The amount realized by the shareholder on the surrender of his stock should be measured by his pro rata share of the assets. If a shareholder receives an amount that is less than his pro rata share, he will be treated for federal income tax purposes as if he had received his pro rata share, and the difference will be treated as if it had been used in a separate transaction to make gifts, to pay compensation, to satisfy obligations of the transferor of any kind, or otherwise depending upon the particular facts and circumstances. Compare section 1.351-1(b)(1) of the Income Tax Regulations which states that the entire transaction will be given tax effect in accordance with its true nature when property is transferred to a corporation by two or more persons and the stock and securities received by each is received in disproportion to the interests transferred to the corporation.

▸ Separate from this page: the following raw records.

def prepare_trials(trials: pd.DataFrame, studies: pd.DataFrame,
                   normalisation: str = "minmax", parse_configs: bool = True) -> pd.DataFrame:
    """Keep ``ok`` trials of ``studies``, parse configs, add per-study normalised scores.

    The normalisation is :func:`normalise_scores` per study, computed for all studies
    at once. With ``parse_configs=False`` the ``config`` column keeps its JSON text (a
    :class:`SuggestContext` then parses rows only when a strategy reads them).
    """
    if normalisation not in NORMALISATIONS:
        raise BadInputError(f"unknown normalisation {normalisation!r}")
    t = trials[(trials["status"] == "ok") & trials["study_id"].isin(studies["study_id"])]
    t = t.dropna(subset=["score"]).reset_index(drop=True)
    direction = dict(zip(studies["study_id"], studies["direction"]))
    if parse_configs:
        t["config"] = [json.loads(c) for c in t["config"]]
    score = t["score"].to_numpy(dtype=float)
    minimize = t["study_id"].map(direction).to_numpy() == MINIMIZE
    s = pd.Series(np.where(minimize, -score, score))
    by = s.groupby(t["study_id"].to_numpy(), sort=False)
    lo, hi = by.transform("min").to_numpy(), by.transform("max").to_numpy()
    flat = hi == lo
    with np.errstate(invalid="ignore", divide="ignore"):
        if normalisation == "rank":
            size = by.transform("size").to_numpy(dtype=float)
            norm = (by.rank(method="average").to_numpy() - 1.0) / (size - 1.0)
        else:
            norm = (s.to_numpy() - lo) / (hi - lo)
    t["normalised"] = np.where(flat, 1.0, norm)
    return t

See also Rev. Rul. 76-454, 1976-2 C.B. 102, and Rev. Rul. 73-233, 1973-1 C.B. 179, both of which adopt and illustrate the approach described in section 1.351-1(b)(1) in the context of a section 351 transfer and a statutory merger, respectively.


The non pro rata liquidating distribution to the shareholders of X is treated for federal income tax purposes as if there had been a pro rata distribution to each shareholder by X in full payment in exchange for each shareholder's X stock, together with a transfer by A to the minority shareholders of an amount equal to the excess of the amount received by the minority over the minority's pro rata share of the liquidating distribution. In substance, the amounts received by the minority shareholders of X represented the total of two separate transactions: the first being the receipt of their pro rata share of the liquidating proceeds, and the second being a payment attributable to A in an amount equal to the excess over their pro rata share. A is deemed to have received his entire pro rata share of the liquidating distribution. The difference between A's pro rata share and the amount actually received by A is treated as having been paid over by A to the minority shareholders in a separate transaction. The federal tax consequences of that transaction will depend upon the underlying nature of the payments which in turn depends upon all of the relevant facts and circumstances, which must be determined from all of the extrinsic and intrinsic evidence surrounding the transaction.